# keyboard shortcuts for added External Edit in... applications i.e. viveza



## jfw (Jul 26, 2011)

Does anyone know how to add shortcuts to plugins under the Edit in menu?


----------



## b_gossweiler (Jul 26, 2011)

Welcome to the forums, jfw 

Ctrl-Alt-E will open the external edit dialog for the most recently used external editor. I don't know of a method to assign specific shortcut keys to different additional external editors.

Beat


----------



## LouieSherwin (Jul 26, 2011)

Hi jwf,

In MacOS you can make a keyboard shortcut for any menu item using "Keyboard" preference setting in your "System Preferences". Click the "Keyboard Shortcuts" tab and then select the "Applications Shortcuts" entry in the left column. When you click the "+" (plus) under the right column you will get a dialog box where you select the application (Lightroom), the "Menu Title" and the "Keyboard Shortcut".

The "Menu Title" is exactly the text showing in the menu item that you wish to assign a short cut for. In this case the specific entry from "Photo-> Edit In" menu. In the "Keyboard Shortcut" just type the key combination you wish to use.

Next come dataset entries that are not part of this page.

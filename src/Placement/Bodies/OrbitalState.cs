namespace Placement.Bodies;

/// <summary>Position and velocity of one body relative to another (x₂ − x₁, v₂ − v₁), in length and length/time units.</summary>
/// <param name="X">Relative position x, length units.</param>
/// <param name="Y">Relative position y, length units.</param>
/// <param name="Z">Relative position z, length units.</param>
/// <param name="Vx">Relative velocity x, length/time units.</param>
/// <param name="Vy">Relative velocity y, length/time units.</param>
/// <param name="Vz">Relative velocity z, length/time units.</param>
public readonly record struct OrbitalState(double X, double Y, double Z, double Vx, double Vy, double Vz)
{
    /// <summary>Separation |r|, length units.</summary>
    public double Distance => Math.Sqrt(X * X + Y * Y + Z * Z);

    /// <summary>Relative speed |v|, length/time units.</summary>
    public double Speed => Math.Sqrt(Vx * Vx + Vy * Vy + Vz * Vz);

    /// <summary>Specific angular momentum r × v, length²/time units.</summary>
    public (double X, double Y, double Z) AngularMomentum => (Y * Vz - Z * Vy, Z * Vx - X * Vz, X * Vy - Y * Vx);

    /// <summary>Specific orbital energy v²/2 − μ/r for gravitational parameter <paramref name="mu"/> = G(m₁ + m₂), length²/time² units.</summary>
    public double SpecificEnergy(double mu) => 0.5 * (Vx * Vx + Vy * Vy + Vz * Vz) - mu / Distance;
}
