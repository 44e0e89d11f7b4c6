using Placement.Parallelism;
using Placement.Points;
using Placement.Profiles;

namespace Placement.Bodies;

/// <summary>Gives placed points a thermodynamic state from their profile: specific internal energy u and every carried quantity.</summary>
/// <remarks>
/// <para>Target state at a point's radius r: density ρ(r), pressure P(r) (the profile quantity with the dimension of
/// pressure, <see cref="ScaleHeights.PressureQuantity"/>) and u_t(r) = P / ((γ − 1) ρ) for an ideal gas of adiabatic
/// index γ, or the profile's own specific-energy quantity (<see cref="InternalEnergySource.Profile"/>). The point's u is
/// u_t(r) when density and pressure are matched, and u_t(r) (ρ_pt / ρ(r))^(γ − 1) when density and entropy are
/// matched (the adiabat K = P / ρ^γ of the profile kept at the point's own density estimate ρ_pt: an SPH or Voronoi
/// m/V density). Ideal-gas relations P = (γ − 1) ρ u and K = P / ρ^γ (standard thermodynamics).</para>
/// <para>Report: with a point density the implied pressure (γ − 1) ρ_pt u and adiabat (γ − 1) u ρ_pt^(1−γ) are compared,
/// point by point, with the reference P and K at the same radius (unweighted rms and maximum of the relative
/// deviation): the matched quantity shows rounding only, the other one shows what the choice costs.</para>
/// <para>Units: u in length²/time² of the point set's units; carried quantities in their profile units. Points where
/// ρ(r) or u_t(r) is not positive (at or beyond the surface) get u = 0 and are counted as undefined. Every point is
/// independent, so the result does not depend on the thread count.</para>
/// </remarks>
public static class ThermodynamicFields
{
    /// <summary>Name of the first profile quantity with the dimension of specific energy (length²/time², e.g. erg/g), or null.</summary>
    /// <exception cref="ArgumentNullException"><paramref name="profile"/> is null.</exception>
    public static string? InternalEnergyQuantity(IRadialProfile profile) => QuantityLookup.FirstWithDimension(profile, 2, 0, -2, 0);

    /// <summary>Name of the first profile quantity with the dimension of temperature (K), or null.</summary>
    /// <exception cref="ArgumentNullException"><paramref name="profile"/> is null.</exception>
    public static string? TemperatureQuantity(IRadialProfile profile) => QuantityLookup.FirstWithDimension(profile, 0, 0, 0, 1);

    /// <summary>Computes u for every point and carries every profile quantity along (see the remarks of <see cref="ThermodynamicFields"/>).</summary>
    /// <param name="points">The placed points (positions relative to the profile centre).</param>
    /// <param name="profile">The target profile, in the points' unit system.</param>
    /// <param name="options">γ, energy source and match; defaults when null.</param>
    /// <param name="pointDensity">Each point's own density estimate ρ_pt (mass/length³, finite and &gt; 0), e.g. SPH or
    /// Voronoi m/V; required for <see cref="ThermodynamicMatch.DensityEntropy"/>, optional otherwise (without it the
    /// deviations are not computed).</param>
    /// <param name="parallel">Parallelism; results are identical for any setting.</param>
    /// <exception cref="ArgumentOutOfRangeException">γ is not finite and &gt; 1.</exception>
    /// <exception cref="InvalidOperationException">The profile lacks what the source needs: a pressure for the ideal gas,
    /// a specific-energy quantity for <see cref="InternalEnergySource.Profile"/>.</exception>
    /// <exception cref="ArgumentException">The units differ, the point density has the wrong length or a value that is
    /// not finite and positive, it is missing for an entropy match, or the named energy quantity is absent or of the wrong dimension.</exception>
    public static ThermodynamicState Compute(PointSet points, IRadialProfile profile, ThermodynamicOptions? options = null,
        double[]? pointDensity = null, ParallelSettings? parallel = null)
    {
        ArgumentNullException.ThrowIfNull(points);
        ArgumentNullException.ThrowIfNull(profile);
        var o = options ?? new ThermodynamicOptions();
        o.Validate();
        if (points.Units != profile.Units)
            throw new ArgumentException($"The points are in '{points.Units.Name}' units but the profile in '{profile.Units.Name}'.", nameof(points));
        int n = points.Count;
        string? pressureName = ScaleHeights.PressureQuantity(profile);
        string? energyName = null;
        if (o.Source == InternalEnergySource.Profile)
        {
            energyName = o.InternalEnergyQuantity ?? InternalEnergyQuantity(profile)
                ?? throw new InvalidOperationException("The profile carries no specific internal energy (no quantity with the dimension length^2/time^2, e.g. erg/g); use the ideal-gas source instead.");
            ProfileQuantity? named = null;
            foreach (var q in profile.Quantities) if (q.Name == energyName) named = q;
            if (named is null || !IsSpecificEnergy(named.Unit))
                throw new ArgumentException($"The profile quantity '{energyName}' {(named is null ? "does not exist" : $"has unit '{named.Unit.Name}', not a specific energy (length^2/time^2)")}.", nameof(options));
        }
        else if (pressureName is null)
            throw new InvalidOperationException("The profile carries no pressure (no quantity with the dimension of pressure), so an ideal-gas internal energy is undefined.");
        if (pointDensity is not null)
        {
            if (pointDensity.Length != n)
                throw new ArgumentException($"The point density has {pointDensity.Length} values for {n} points.", nameof(pointDensity));
            for (int i = 0; i < n; i++)
                if (!(pointDensity[i] > 0) || !double.IsFinite(pointDensity[i]))
                    throw new ArgumentException($"Point {i} has density estimate {pointDensity[i]}; expected finite and > 0.", nameof(pointDensity));
        }
        else if (o.Match == ThermodynamicMatch.DensityEntropy)
            throw new ArgumentException("Matching density and entropy needs each point's own density estimate (SPH or Voronoi m/V).", nameof(pointDensity));

        var quantities = profile.Quantities;
        var carried = new CarriedQuantity[quantities.Count];
        int pressureIndex = -1, energyIndex = -1;
        for (int q = 0; q < carried.Length; q++)
        {
            carried[q] = new CarriedQuantity(quantities[q], new double[n]);
            if (quantities[q].Name == pressureName) pressureIndex = q;
            if (quantities[q].Name == energyName) energyIndex = q;
        }
        var u = new double[n];
        var settings = parallel ?? ParallelSettings.Default;
        int chunk = ParallelLoop.ChunkSize(n, settings.MinimumChunk);
        int chunks = n == 0 ? 0 : (n + chunk - 1) / chunk;
        var partial = new DeviationSums[chunks];
        double g1 = o.Gamma - 1;
        bool entropy = o.Match == ThermodynamicMatch.DensityEntropy;
        ParallelLoop.For(n, settings, (start, end) =>
        {
            var sums = new DeviationSums();
            for (int i = start; i < end; i++)
            {
                double r = points.Radius(i);
                for (int q = 0; q < carried.Length; q++)
                    if (!profile.TryQuantity(quantities[q].Name, r, out carried[q].Values[i])) carried[q].Values[i] = double.NaN;
                double rho = profile.Density(r);
                double pressure = pressureIndex >= 0 ? carried[pressureIndex].Values[i] : double.NaN;
                double target = energyIndex >= 0 ? carried[energyIndex].Values[i] : pressure / (g1 * rho);
                if (!(rho > 0) || !(target > 0) || !double.IsFinite(target))
                {
                    u[i] = 0;
                    sums.Undefined++;
                    continue;
                }
                double reference = pressure > 0 ? pressure : g1 * rho * target;
                double own = pointDensity is null ? double.NaN : pointDensity[i];
                double ratio = own / rho;
                double value = entropy ? target * Math.Pow(ratio, g1) : target;
                u[i] = value;
                if (pointDensity is null) continue;
                double pressureRatio = g1 * own * value / reference;
                sums.Pressure.Add(pressureRatio - 1);
                // K_pt / K_ref = (P_pt / P_ref) (ρ / ρ_pt)^γ.
                sums.Entropy.Add(pressureRatio * Math.Pow(ratio, -o.Gamma) - 1);
                sums.Density.Add(ratio - 1);
            }
            partial[start / chunk] = sums;
        });
        var total = new DeviationSums();
        foreach (var p in partial) total.Merge(p);
        return new ThermodynamicState(o, u, carried, pressureName, energyName,
            total.Pressure.Result(), total.Entropy.Result(), total.Density.Result(), total.Undefined);
    }

    /// <summary>True when <paramref name="unit"/> has the dimension of a specific energy, length²/time² (e.g. erg/g).</summary>
    /// <exception cref="ArgumentNullException"><paramref name="unit"/> is null.</exception>
    public static bool IsSpecificEnergy(PhysicalUnit unit)
    {
        ArgumentNullException.ThrowIfNull(unit);
        return unit is { Length: 2, Mass: 0, Time: -2, Temperature: 0 };
    }

    /// <summary>Per-chunk sums of the three deviations, merged in chunk order (thread-count independent).</summary>
    private struct DeviationSums
    {
        public DeviationAccumulator Pressure, Entropy, Density;
        public int Undefined;

        public void Merge(DeviationSums other)
        {
            Pressure.Merge(other.Pressure);
            Entropy.Merge(other.Entropy);
            Density.Merge(other.Density);
            Undefined += other.Undefined;
        }
    }
}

You cannot redefine an already existing shortcut. You can put one in, for example Opt-Cmd-E the default optional editor but it will retain it's original assignment. So you have to pick an unused keystroke combination. Opt-E worked for me.

BTW this also works for menu items created by plug-ins. However, you have to know and remember that these menu items start with 3 spaces and to type these 3 spaces in as part of entering the menu text.

-louie


----------



## clee01l (Jul 26, 2011)

b_gossweiler said:


> Welcome to the forums, jfw
> 
> Ctrl-Alt-E will open the external edit dialog for the most recently used external editor. I don't know of a method to assign specific shortcut keys to different additional external editors.
> 
> Beat


{Ctrl/Cmd}{Alt}{E}  calls up the "Additional External Editor" that is selected on the Preferences "External Editing" tab not necessarily the most recently used.   When you go through the main menu or bring up a context menu with a right click (or the Mac equivalent and choose the menu item {Edit In}, you get a sub menu with a list of every Additional External Editor that you have set up in Preferences.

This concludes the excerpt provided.